Did you get this as a trade?  If so, congratulations!  St. John is one of the hardest trades in the Caribbean.


----------



## hajjah (Mar 15, 2011)

Yes, I was shocked to find this as an exchange via RCI points.  I just happened to go on RCI's website to search for July and there it was.  One of my close friends has been trying to go to St. John forever.  When I told her that I had a unit on hold, she said book it even though we normally stay in gold crown resorts.  I decided to look at this vacation as an adventure, especially since the units have no AC.  As for the car, I will take your advice and book the 4x4.  There's no point in us trying to save a few dollars only to have problems getting around the island.  I'm pretty sure that most of our days will be spent outside of the resort.
Btw, do people actually use those little private pools?  Judging by the photos, that pool is very tiny.  I hope that the upgrades are good since I found so many ugly pictures of the units.


----------



## Carolyn (Mar 15, 2011)

Without A/C the small pools are very private and refreshing. They are about 4' deep and have a ledge to sit on. The large pool there is always empty since there are only 6 Villas that share it. You can contact the Management company and they may do a "meet and greet" since you are an RCI Exchanger. Sunset Ridge is not the easiest place to find, especially if it's dark.  Their contact is
info@cimmaronstjohn.com


----------



## tombo (Mar 15, 2011)

Carolinian said:


> Did you get this as a trade?  If so, congratulations!  St. John is one of the hardest trades in the Caribbean.






hajjah said:


> Yes, I was shocked to find this as an exchange via RCI points.  I just happened to go on RCI's website to search for July and there it was.  .
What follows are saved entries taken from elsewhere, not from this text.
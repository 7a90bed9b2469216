namespace FemCore2D.Drawing;

/// <summary>Numbers the edges of facets.</summary>
internal static class FacetEdges
{
    /// <summary>Finds for each side its edge, and for each edge its two sides (-1 for none).</summary>
    /// <param name="facets">Three nodes a facet, counterclockwise.</param>
    /// <param name="nodeSites">The site of each node.</param>
    /// <param name="siteCount">The number of sites.</param>
    public static (int[] SideEdges, int[] EdgeSides) Number(int[] facets, int[] nodeSites, int siteCount)
    {
        int[] first = new int[siteCount];
        Array.Fill(first, -1);
        int[] next = new int[facets.Length];
        int[] higher = new int[facets.Length];
        int[] sideEdges = new int[facets.Length];
        int[] edgeSides = new int[2 * facets.Length];
        int count = 0;
        for (int side = 0; side < facets.Length; side++)
        {
            int start = nodeSites[facets[side]];
            int end = nodeSites[facets[side % 3 == 2 ? side - 2 : side + 1]];
            int low = Math.Min(start, end);
            int high = Math.Max(start, end);
            int place = start == low ? 0 : 1;
            int edge = first[low];
            while (edge >= 0 && (higher[edge] != high || edgeSides[(2 * edge) + place] >= 0))
                edge = next[edge];
            if (edge < 0)
            {
                edge = count++;
                next[edge] = first[low];
                first[low] = edge;
                higher[edge] = high;
                edgeSides[2 * edge] = -1;
                edgeSides[(2 * edge) + 1] = -1;
            }

            edgeSides[(2 * edge) + place] = side;
            sideEdges[side] = edge;
        }

        Array.Resize(ref edgeSides, 2 * count);
        return (sideEdges, edgeSides);
    }
}
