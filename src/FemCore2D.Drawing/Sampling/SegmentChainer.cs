using FemCore2D.Geometry;

namespace FemCore2D.Drawing;

/// <summary>A line of points; closed when its last point joins its first.</summary>
internal readonly record struct Polyline(Point2D[] Points, bool IsClosed);

/// <summary>Joins directed segments into lines: each end carries a key, and equal keys are the same point.</summary>
internal sealed class SegmentChainer
{
    private readonly List<(int From, int To)> segments = [];
    private readonly Dictionary<int, Point2D> places = [];

    public void Add(int from, Point2D start, int to, Point2D end)
    {
        segments.Add((from, to));
        places[from] = start;
        places[to] = end;
    }

    /// <summary>Joins all segments, open lines first.</summary>
    public List<Polyline> Join()
    {
        int[] next = new int[segments.Count];
        var firstFrom = new Dictionary<int, int>(segments.Count);
        var balance = new Dictionary<int, int>(segments.Count);
        for (int i = segments.Count - 1; i >= 0; i--)
        {
            (int from, int to) = segments[i];
            next[i] = firstFrom.GetValueOrDefault(from, -1);
            firstFrom[from] = i;
            balance[from] = balance.GetValueOrDefault(from) + 1;
            balance[to] = balance.GetValueOrDefault(to) - 1;
        }

        var lines = new List<Polyline>();
        foreach ((int from, _) in segments)
        {
            // More lines leave than arrive: here an open line begins.
            while (balance[from] > 0)
            {
                int end = Follow(from, firstFrom, next, lines);
                balance[from]--;
                balance[end]++;
            }
        }

        foreach ((int from, _) in segments)
        {
            while (firstFrom[from] >= 0)
                Follow(from, firstFrom, next, lines);
        }

        return lines;
    }

    private int Follow(int start, Dictionary<int, int> firstFrom, int[] next, List<Polyline> lines)
    {
        var points = new List<Point2D> { places[start] };
        int key = start;
        while (firstFrom.TryGetValue(key, out int segment) && segment >= 0)
        {
            firstFrom[key] = next[segment];
            key = segments[segment].To;
            points.Add(places[key]);
        }

        bool isClosed = key == start && points.Count > 2;
        if (isClosed)
            points.RemoveAt(points.Count - 1);
        lines.Add(new Polyline([.. points], isClosed));
        return key;
    }
}
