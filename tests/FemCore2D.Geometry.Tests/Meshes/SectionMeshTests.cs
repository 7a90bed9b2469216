using FemCore2D.Testing;
using FsCheck;
using FsCheck.Fluent;
using FsCheck.Xunit;

namespace FemCore2D.Geometry.Tests;

/// <summary>Meshes of the mesher, cusps between touching circles included.</summary>
[Properties(Arbitrary = [typeof(SectionMeshes)], MaxTest = 12)]
public class SectionMeshTests
{
    [Property]
    public void TheyPassTheChecksOfMeshesFromOutside(Mesh mesh) => MeshInvariants.Check(mesh);

    [Property]
    public void TheyRefineInWholeAndInPart(Mesh mesh, int mark)
    {
        Mesh refined = mesh.RefineAll().Mesh.RefineCells(Math.Abs(mark % (4 * mesh.CellCount))).Mesh;
        MeshInvariants.Check(refined);
        foreach (string region in mesh.RegionNames)
        {
            MeshInvariants.Near(mesh.AreaOfRegion(region), refined.AreaOfRegion(region), 1e-11);
        }

        foreach (string boundary in mesh.BoundaryNames)
        {
            MeshInvariants.Near(mesh.LengthOfBoundary(boundary), refined.LengthOfBoundary(boundary), 1e-11);
        }
    }

    [Property]
    public void EveryPointOfAnEdgeIsInACellOfIt(Mesh mesh, SquarePoint sample)
    {
        double rounding = 1e-14 * (mesh.Bounds.Diagonal + mesh.Bounds.Centre.DistanceTo(Point2D.Origin));
        for (int edge = 0; edge < mesh.EdgeCount; edge++)
        {
            Point2D point = mesh.PointOnEdge(edge, sample.Place.X);
            int cell = mesh.Locator.NearestCell(point, out double distance);
            Assert.True(mesh.IsOuter(edge) ? distance <= rounding : distance == 0);
            if (sample.Place.X is > 0.01 and < 0.99)
            {
                (int left, int right) = mesh.CellsOf(edge);
                Assert.True(cell == left || cell == right || mesh.SweepRadiansOf(edge) != 0);
            }
        }
    }

    private static class SectionMeshes
    {
        public static Arbitrary<Mesh> Meshes() => MeshGenerators.OfSections(SectionGenerators.All()).ToArbitrary();

        public static Arbitrary<SquarePoint> Points() => CellGenerators.PointsOfSquare().ToArbitrary();
    }
}
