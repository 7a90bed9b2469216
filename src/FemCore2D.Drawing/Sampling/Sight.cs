using FemCore2D.Geometry;

namespace FemCore2D.Drawing;

/// <summary>What can be seen of a mesh.</summary>
internal static class Sight
{
    /// <summary>Whether a cell may reach into a window: its box, with room for arcs, meets it.</summary>
    public static bool Reaches(Mesh mesh, int cell, Box2D window)
    {
        Box2D box = Box2D.Empty;
        foreach (int vertex in mesh.VerticesOf(cell))
            box = box.Union(new Box2D(mesh.Vertices[vertex], mesh.Vertices[vertex]));
        return window.Meets(mesh.HasArcs ? box.Widened(box.Width + box.Height) : box);
    }

    /// <summary>The box that just holds a mesh, arcs included; empty without a cell.</summary>
    public static Box2D BoundsOf(Mesh mesh)
    {
        if (mesh.CellCount == 0)
            return Box2D.Empty;
        (Point2D low, Point2D high) = mesh.Bounds;
        return new Box2D(low, high);
    }
}
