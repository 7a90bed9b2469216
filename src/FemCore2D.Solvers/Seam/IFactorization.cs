using System.Numerics;

namespace FemCore2D.Solvers;

/// <summary>A matrix made ready for solving: any object that turns a right-hand side into a solution.</summary>
/// <typeparam name="T">The number type: <see cref="double"/> or <see cref="Complex"/>.</typeparam>
public interface IFactorization<T>
    where T : unmanaged, INumberBase<T>
{
    /// <summary>The number of unknowns.</summary>
    int Size { get; }

    /// <summary>Solves for one right-hand side. Safe to call from many threads with different spans.</summary>
    /// <param name="rightHandSide">The right-hand side, <see cref="Size"/> long.</param>
    /// <param name="solution">Receives the solution, <see cref="Size"/> long; may be the same memory as <paramref name="rightHandSide"/>.</param>
    void Solve(ReadOnlySpan<T> rightHandSide, Span<T> solution);
}
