using FemCore2D.Geometry;

namespace FemCore2D.Drawing;

/// <summary>Traces on facets the lines of one value, and the outlines of the area above it.</summary>
/// <remarks>
/// Values a millionth of the whole range below a level count as having reached it: plateaus at a level, whose values
/// differ by rounding only, then lie wholly on one side instead of being crossed at random.
/// </remarks>
internal static class LevelTracer
{
    private const double Slack = 1e-6;

    /// <summary>The lines along which the scalar has a value, higher values on their left.</summary>
    public static List<Polyline> Lines(FacetMesh mesh, double level)
    {
        var chainer = new SegmentChainer();
        AddCrossings(mesh, level, chainer);
        return chainer.Join();
    }

    /// <summary>
    /// Closed outlines of the area where the scalar is at least a value, that area on their left. Edges inside the area
    /// appear in no outline, so that it can be filled without a seam.
    /// </summary>
    public static List<Polyline> OutlinesAbove(FacetMesh mesh, double level)
    {
        var chainer = new SegmentChainer();
        AddCrossings(mesh, level, chainer);
        for (int edge = 0; edge < mesh.EdgeCount; edge++)
        {
            int left = mesh.EdgeSides[2 * edge];
            int right = mesh.EdgeSides[(2 * edge) + 1];
            if (mesh.IsContinuous(edge) || (IsWhollyAbove(mesh, left, level) && IsWhollyAbove(mesh, right, level)))
                continue;
            AddPartAbove(mesh, left, level, chainer);
            AddPartAbove(mesh, right, level, chainer);
        }

        return chainer.Join();
    }

    private static void AddCrossings(FacetMesh mesh, double level, SegmentChainer chainer)
    {
        ReadOnlySpan<double> values = mesh.Values;
        ReadOnlySpan<int> facets = mesh.Facets;
        double reached = Reached(mesh, level);
        for (int side = 0; side < facets.Length; side += 3)
        {
            bool a = values[facets[side]] >= reached;
            bool b = values[facets[side + 1]] >= reached;
            bool c = values[facets[side + 2]] >= reached;
            if (a == b && b == c)
                continue;
            int leaving = a && !b ? side : b && !c ? side + 1 : side + 2;
            int entering = !a && b ? side : !b && c ? side + 1 : side + 2;
            chainer.Add(
                KeyOf(mesh, leaving), Crossing(mesh, leaving, level), KeyOf(mesh, entering), Crossing(mesh, entering, level));
        }
    }

    private static bool IsWhollyAbove(FacetMesh mesh, int side, double level)
    {
        if (side < 0)
            return false;
        (int start, int end) = mesh.NodesOfSide(side);
        double reached = Reached(mesh, level);
        return mesh.Values[start] >= reached && mesh.Values[end] >= reached;
    }

    private static void AddPartAbove(FacetMesh mesh, int side, double level, SegmentChainer chainer)
    {
        if (side < 0)
            return;
        (int start, int end) = mesh.NodesOfSide(side);
        double reached = Reached(mesh, level);
        bool isStartAbove = mesh.Values[start] >= reached;
        bool isEndAbove = mesh.Values[end] >= reached;
        if (!isStartAbove && !isEndAbove)
            return;
        int from = mesh.NodeSites[start];
        int to = mesh.NodeSites[end];
        int corner = 2 * mesh.EdgeCount;
        if (isStartAbove && isEndAbove)
            chainer.Add(corner + from, mesh.Sites[from], corner + to, mesh.Sites[to]);
        else if (isStartAbove)
            chainer.Add(corner + from, mesh.Sites[from], KeyOf(mesh, side), Crossing(mesh, side, level));
        else
            chainer.Add(KeyOf(mesh, side), Crossing(mesh, side, level), corner + to, mesh.Sites[to]);
    }

    private static double Reached(FacetMesh mesh, double level) => level - (Slack * (mesh.Maximum - mesh.Minimum));

    /// <summary>The key of the crossing on a side: one for both sides of an edge where the scalar is continuous.</summary>
    private static int KeyOf(FacetMesh mesh, int side)
    {
        int edge = mesh.SideEdges[side];
        return mesh.EdgeSides[2 * edge] == side || mesh.IsContinuous(edge) ? edge : mesh.EdgeCount + edge;
    }

    private static Point2D Crossing(FacetMesh mesh, int side, double level)
    {
        (int start, int end) = mesh.NodesOfSide(side);
        double from = mesh.Values[start];
        double to = mesh.Values[end];
        double fraction = Math.Clamp((level - from) / (to - from), 0, 1);
        return mesh.Sites[mesh.NodeSites[start]].Towards(mesh.Sites[mesh.NodeSites[end]], fraction);
    }
}
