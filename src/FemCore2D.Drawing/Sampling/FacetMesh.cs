using FemCore2D.Geometry;

namespace FemCore2D.Drawing;

/// <summary>
/// A scalar on flat facets, fine enough to be drawn: places shared by all facets that meet there, and values shared
/// where the scalar is continuous.
/// </summary>
internal sealed class FacetMesh
{
    /// <summary>The places at which facets meet.</summary>
    public required Point2D[] Sites { get; init; }

    /// <summary>The place of each value.</summary>
    public required int[] NodeSites { get; init; }

    /// <summary>The values.</summary>
    public required double[] Values { get; init; }

    /// <summary>Three values a facet, counterclockwise.</summary>
    public required int[] Facets { get; init; }

    /// <summary>The edge of each of the three sides of each facet.</summary>
    public required int[] SideEdges { get; init; }

    /// <summary>For each edge the side with the edge on its forward way and the one on its backward way, -1 for none.</summary>
    public required int[] EdgeSides { get; init; }

    /// <summary>The smallest value, NaN when there is none.</summary>
    public required double Minimum { get; init; }

    /// <summary>The largest value, NaN when there is none.</summary>
    public required double Maximum { get; init; }

    public int EdgeCount => EdgeSides.Length / 2;

    public int FacetCount => Facets.Length / 3;

    /// <summary>The value at the start and at the end of a side of a facet.</summary>
    public (int Start, int End) NodesOfSide(int side)
    {
        int first = side - (side % 3);
        return (Facets[side], Facets[side + 1 == first + 3 ? first : side + 1]);
    }

    /// <summary>Whether the value is the same on both sides of an edge, all along.</summary>
    public bool IsContinuous(int edge)
    {
        int left = EdgeSides[2 * edge];
        int right = EdgeSides[(2 * edge) + 1];
        if (left < 0 || right < 0)
            return false;
        (int a, int b) = NodesOfSide(left);
        (int c, int d) = NodesOfSide(right);
        return a == d && b == c;
    }
}
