namespace FemCore2D.Drawing;

/// <summary>Unrolls a scalar that returns to where it began, so that no facet reaches across the seam of its range.</summary>
internal static class PeriodicFacets
{
    /// <summary>Shifts the values on each facet by whole periods so that they lie near each other.</summary>
    /// <param name="mesh">The facets.</param>
    /// <param name="low">Where the period begins.</param>
    /// <param name="period">The length of the period.</param>
    public static FacetMesh Unroll(FacetMesh mesh, double low, double period)
    {
        var nodes = new Dictionary<(int Node, double Shift), int>(mesh.Values.Length);
        var sites = new List<int>(mesh.Values.Length);
        var values = new List<double>(mesh.Values.Length);
        int[] facets = new int[mesh.Facets.Length];
        double least = double.NaN;
        double most = double.NaN;
        for (int corner = 0; corner < facets.Length; corner += 3)
        {
            // The middle of the facet decides, so that facets beside each other go the same way.
            double start = mesh.Values[mesh.Facets[corner]];
            double middle = start;
            for (int i = 1; i < 3; i++)
                middle += Near(mesh.Values[mesh.Facets[corner + i]] - start, period) / 3;
            double centre = middle - (period * Math.Floor((middle - low) / period));
            for (int i = 0; i < 3; i++)
            {
                int node = mesh.Facets[corner + i];
                double turns = Math.Round((centre - mesh.Values[node]) / period);
                double value = mesh.Values[node] + (turns * period);
                if (!nodes.TryGetValue((node, turns), out int placed))
                {
                    placed = values.Count;
                    nodes.Add((node, turns), placed);
                    sites.Add(mesh.NodeSites[node]);
                    values.Add(value);
                    least = double.IsNaN(least) ? value : Math.Min(least, value);
                    most = double.IsNaN(most) ? value : Math.Max(most, value);
                }

                facets[corner + i] = placed;
            }
        }

        int[] nodeSites = [.. sites];
        (int[] sideEdges, int[] edgeSides) = FacetEdges.Number(facets, nodeSites, mesh.Sites.Length);
        return new FacetMesh
        {
            Sites = mesh.Sites,
            NodeSites = nodeSites,
            Values = [.. values],
            Facets = facets,
            SideEdges = sideEdges,
            EdgeSides = edgeSides,
            Minimum = least,
            Maximum = most,
        };
    }

    private static double Near(double difference, double period) =>
        difference - (period * Math.Round(difference / period));
}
That hurt didn't it Carolinian. You were hoping they would say DAE, SFX, or some other independent exchange company, but no they got the trade through RCI. Another happy RCI member, another successful RCI exchange.


----------



## hajjah (Aug 6, 2011)

I just sent my review of Sunset Ridge Villas.  I could not wait to leave this place after one night.  All I can say is never again.  To the owners, I'm glad that you enjoy your vacations at Sunset Ridge.  It's just was not a place for my friends and I to vacation.  We hated the place.


----------



## jqg1956 (Aug 8, 2011)

Its a shame you had such a poor experience.  You are entitled to your opinion and have a right to express it.   Personally, we love the place.  I've never travelled to the Caribbean in the middle of the summer, so perhaps that makes a difference, especially regarding the bugs.


----------